The choices, in brief:
1) Attorney General Martha Coakley, 56, who leads in polls and has enjoyed the support of Emily’s list and, more recently, former President Bill Clinton (likely still smarting from Teddy’s endorsement of Obama; Coakley, never a Kennedy fave, won herself no friends in that camp by announcing her candidacy less than a week after Kennedy was buried). Possible ramifications: Coakley has said she would vote against any legislation that has Stupak-like abortion language in it. Though this amendment is unlikely to pass the Senate today – Ben Nelson’s got an amendment on the floor – it could be included in the final version of the health care reform bill.
2) Rep. Michael Capuano, 57, who is enjoying a late breaking surge. Capuano, who voted for health care with (or, rather, despite) Stupak-like language in it, was endorsed by House Speaker Nancy Pelosi – the kiss of death any swing district, Massachusetts is one state where that might actually help.
3) Steve Pagliuca, 54, co-owner of the Boston Celtics.

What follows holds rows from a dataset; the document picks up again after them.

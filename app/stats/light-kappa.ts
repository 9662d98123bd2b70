/**
 * Light's kappa: the mean of Cohen's kappa over all pairs of readers.
 *
 * Light, R. J. (1971). Measures of response agreement for qualitative data: Some generalizations
 * and alternatives. Psychological Bulletin, 76(5), 365–377. https://doi.org/10.1037/h0031643
 *
 *   κ_Light = (2 / (m (m − 1))) Σ_{a<b} κ_ab
 *
 * over the m readers' pairs, each κ_ab on the cases both readers scored (./cohen-kappa.ts).
 * The same mean of weighted kappas is reported for linear and quadratic weights, as R psych's
 * cohen.kappa does ("average weighted kappa"). Pairs whose kappa is undefined are left out and
 * counted.
 */

export interface LightKappa {
  /** Mean over the pairs with a defined kappa; NaN when there is none. */
  value: number;
  /** Pairs averaged. */
  pairs: number;
  /** Pairs left out because their kappa is undefined. */
  undefinedPairs: number;
}

export function lightKappa(pairKappas: readonly number[]): LightKappa {
  const defined = pairKappas.filter((k) => Number.isFinite(k));
  const value = defined.length === 0 ? Number.NaN : defined.reduce((a, b) => a + b, 0) / defined.length;
  return { value, pairs: defined.length, undefinedPairs: pairKappas.length - defined.length };
}
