/**
 * Builds the demo study once for the whole end-to-end run (the simulated acquisitions take a
 * while on two cores); each test then works on its own copy (see makeDemo in ./host.ts).
 */
import { spawnSync } from 'node:child_process';
import { mkdtempSync } from 'node:fs';
import { tmpdir } from 'node:os';
import { join } from 'node:path';

export default function globalSetup(): void {
  const dir = mkdtempSync(join(tmpdir(), 'veil-e2e-demo-'));
  const t0 = performance.now();
  const r = spawnSync(process.execPath, [join(import.meta.dirname, '..', '..', 'bin', 'veil.mjs'), 'demo', '--out', dir], { encoding: 'utf8' });
  if (r.status !== 0) throw new Error(`veil demo failed: ${r.stderr}`);
  process.env.VEIL_E2E_DEMO = dir;
  console.log(`demo study for the end-to-end tests built in ${Math.round(performance.now() - t0)} ms: ${dir}`);
}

This guy is a big self funder and the dark horse of the race.
4) Alan Khazei, 48, a Harvard-educated social entrepreneur, who won the endorsement of the Boston Globe and New York Mayor Michael Bloomberg and former NATO Supreme Commander Wesley Clark. Alas for him, Khazei is considered a long shot.
1) The dashing good looker of the race is State Senator Scott Brown, 50, a former model who put himself through law school after he won Cosmo’s “Sexiest Man” title at the age of 22. His wife, Gail, is a tv reporter and one of his two daughters appeared on American Idol. Talk about a telegenic bunch. Unfortunately for Brown, not much else is ever mentioned about him.
2) While the establishment – such as it is for the GOP in solidly blue Massachusetts – is backing Brown, also on the ticket is Jack Robinson, 49, a lawyer who has also self-financed a previous run for Senate and bids for secretary of State and Congress.
The seat is currently being baby-sat by long-time Kennedy friend Paul Kirk, who is not running. The general election is scheduled for January 19 (even colder!). Somehow, without a Kennedy in the race, it just doesn’t seem as fun, though maybe Massachusetts voters will disagree with me (certainly, polls immediately after Kennedy’s death showed large majorities wanted someone else to get a shot after nearly 57 years of Senator Kennedys).